*What this task involves*
Go through the records and copy each line where the word "void" occurs.

Stored records
=====

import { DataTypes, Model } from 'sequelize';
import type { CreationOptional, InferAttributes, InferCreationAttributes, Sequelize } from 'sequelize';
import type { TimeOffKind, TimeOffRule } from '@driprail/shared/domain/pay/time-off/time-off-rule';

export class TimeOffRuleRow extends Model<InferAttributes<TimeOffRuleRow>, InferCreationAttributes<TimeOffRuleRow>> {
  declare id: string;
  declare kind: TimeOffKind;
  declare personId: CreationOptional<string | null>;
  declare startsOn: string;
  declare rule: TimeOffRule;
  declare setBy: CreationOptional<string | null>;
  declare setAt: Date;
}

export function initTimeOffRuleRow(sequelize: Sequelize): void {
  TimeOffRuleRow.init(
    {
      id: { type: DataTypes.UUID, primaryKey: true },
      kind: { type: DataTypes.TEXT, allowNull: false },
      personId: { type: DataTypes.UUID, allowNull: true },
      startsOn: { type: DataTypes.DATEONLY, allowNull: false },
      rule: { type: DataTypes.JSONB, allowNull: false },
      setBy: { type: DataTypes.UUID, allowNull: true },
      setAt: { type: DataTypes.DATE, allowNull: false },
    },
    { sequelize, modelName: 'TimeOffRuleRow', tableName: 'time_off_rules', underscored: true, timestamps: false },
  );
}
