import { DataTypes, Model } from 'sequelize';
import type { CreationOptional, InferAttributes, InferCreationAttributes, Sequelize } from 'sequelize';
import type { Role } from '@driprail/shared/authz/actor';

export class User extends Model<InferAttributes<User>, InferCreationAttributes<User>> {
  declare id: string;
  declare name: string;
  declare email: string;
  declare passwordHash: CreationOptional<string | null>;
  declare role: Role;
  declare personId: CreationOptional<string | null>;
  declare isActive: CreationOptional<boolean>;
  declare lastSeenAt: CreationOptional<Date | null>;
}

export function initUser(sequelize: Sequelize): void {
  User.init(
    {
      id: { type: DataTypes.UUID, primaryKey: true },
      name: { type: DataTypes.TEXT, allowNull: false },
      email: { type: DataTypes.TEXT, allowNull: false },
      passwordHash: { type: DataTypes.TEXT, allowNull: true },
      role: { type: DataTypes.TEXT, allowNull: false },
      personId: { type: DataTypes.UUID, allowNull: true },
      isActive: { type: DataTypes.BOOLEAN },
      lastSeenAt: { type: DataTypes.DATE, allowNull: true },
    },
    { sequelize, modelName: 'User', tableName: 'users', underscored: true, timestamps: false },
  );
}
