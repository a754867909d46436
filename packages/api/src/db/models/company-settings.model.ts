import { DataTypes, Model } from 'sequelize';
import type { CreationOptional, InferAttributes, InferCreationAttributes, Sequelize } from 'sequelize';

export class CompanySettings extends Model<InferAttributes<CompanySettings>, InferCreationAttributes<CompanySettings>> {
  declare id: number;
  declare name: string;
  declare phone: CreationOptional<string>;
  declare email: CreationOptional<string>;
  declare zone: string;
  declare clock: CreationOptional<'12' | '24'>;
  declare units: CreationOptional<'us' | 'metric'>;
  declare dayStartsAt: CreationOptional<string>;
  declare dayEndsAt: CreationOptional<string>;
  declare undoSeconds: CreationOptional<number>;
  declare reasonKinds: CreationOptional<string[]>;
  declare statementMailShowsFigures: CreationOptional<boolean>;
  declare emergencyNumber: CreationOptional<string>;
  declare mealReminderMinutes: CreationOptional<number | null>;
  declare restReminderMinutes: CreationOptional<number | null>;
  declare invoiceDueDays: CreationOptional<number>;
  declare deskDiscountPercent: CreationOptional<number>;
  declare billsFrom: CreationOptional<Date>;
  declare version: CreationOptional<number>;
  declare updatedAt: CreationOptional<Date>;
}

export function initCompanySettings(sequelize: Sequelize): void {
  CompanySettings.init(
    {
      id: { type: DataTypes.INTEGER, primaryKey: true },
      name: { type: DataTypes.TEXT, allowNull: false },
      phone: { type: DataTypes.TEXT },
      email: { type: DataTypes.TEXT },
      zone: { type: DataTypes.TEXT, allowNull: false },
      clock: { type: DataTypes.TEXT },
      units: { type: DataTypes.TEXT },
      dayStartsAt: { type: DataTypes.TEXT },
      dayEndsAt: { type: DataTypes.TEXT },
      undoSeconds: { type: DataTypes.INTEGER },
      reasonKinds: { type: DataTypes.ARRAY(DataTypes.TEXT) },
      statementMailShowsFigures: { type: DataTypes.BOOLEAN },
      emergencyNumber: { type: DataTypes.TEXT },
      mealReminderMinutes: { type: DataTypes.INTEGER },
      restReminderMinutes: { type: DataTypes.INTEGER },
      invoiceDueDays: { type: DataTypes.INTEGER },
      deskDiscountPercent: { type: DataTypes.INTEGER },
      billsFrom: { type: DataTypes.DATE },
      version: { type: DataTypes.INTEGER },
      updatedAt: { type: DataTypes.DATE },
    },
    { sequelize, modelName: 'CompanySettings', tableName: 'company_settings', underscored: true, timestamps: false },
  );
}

=====

*Task solution*
export function initTimeOffRuleRow(sequelize: Sequelize): void {
export function initUser(sequelize: Sequelize): void {
export function initCompanySettings(sequelize: Sequelize): void {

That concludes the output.